### Problem to solve:
Below are entries; count the lines containing the string "length". The answer is that number alone.

(Dataset entries)
/// Signs as programming languages and other programs write them.
fn sign_of_another_language(place: &Place) -> Option<Diagnostic> {
    let (before, after) = (place.before(), place.after());
    let two = |first: char, second: &str| before.ends_with(first) && place.is_adjacent() && after.starts_with(second);
    let (length, ahead, wrong, right) = match after.chars().next()? {
        '*' if two('*', "*") => (1, 1, "**", "^ for a power"),
        '=' if two('=', "=") => (1, 1, "==", "="),
        '<' if two('=', "<") => (1, 1, "=<", "<="),
        '>' if two('=', ">") => (1, 1, "=>", ">="),
        '>' if two('<', ">") => (1, 1, "<>", "!="),
        '=' if after.starts_with("==") => (0, 2, "==", "="),
        '=' if two(':', "=") => (1, 1, ":=", "="),
        ':' if after.starts_with(":=") => (0, 2, ":=", "="),
        '~' if after.starts_with("~=") => (0, 2, "~=", "!="),
        '&' => (0, place.found().len(), "&", "a comma between relations"),
        ';' => (0, 1, ";", "a new line for a new statement, a comma in a list"),
        '{' => (0, 1, "{", "( and ) around parts of a formula"),
        '|' => (0, 1, "|", "sqrt(x^2) for the absolute value of x"),
        '%' => (0, 1, "%", "/100 for a percentage, # before a comment"),
        '\'' if place.expects(&[Rule::string]) => (0, 1, "'", "the title in double quotes"),
        '/' if two('/', "/") => (1, 1, "//", "# before a comment"),
        _ => return None,
    };
    let span = place.around(length, ahead);
    let span = if length == 0 { place.ahead(ahead) } else { span };
    Some(Diagnostic::error(span, format!("`{wrong}` is not a sign of the language")).remedy(format!("write {right}")))
}

fn latex_command(place: &Place) -> Option<Diagnostic> {
    if !place.after().starts_with('\\') {
        return None;
    }
    let command = place.found();
    let name = command.trim_start_matches('\\');
    let remedy = match name {
        "frac" => "write (a) / (b)".to_string(),
        "sum" => "write sum over j of (…)".to_string(),
        "prod" => "write product over j of (…)".to_string(),
        "cdot" | "times" => "write *".to_string(),
        "left" | "right" => "write the bracket alone".to_string(),
        "" => "take it out; a line goes on when it begins with white space".to_string(),
        _ => format!("write {name}"),
    };
    let in_formula = !name.is_empty() && place.expects_operand() && !place.expects(&[Rule::declared]);
    let remedy = if in_formula { format!("{remedy}, or put the formula between `$` signs") } else { remedy };
    Some(Diagnostic::error(place.here(), format!("`{command}` is LaTeX")).remedy(remedy))
}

### Reply to the exercise:
3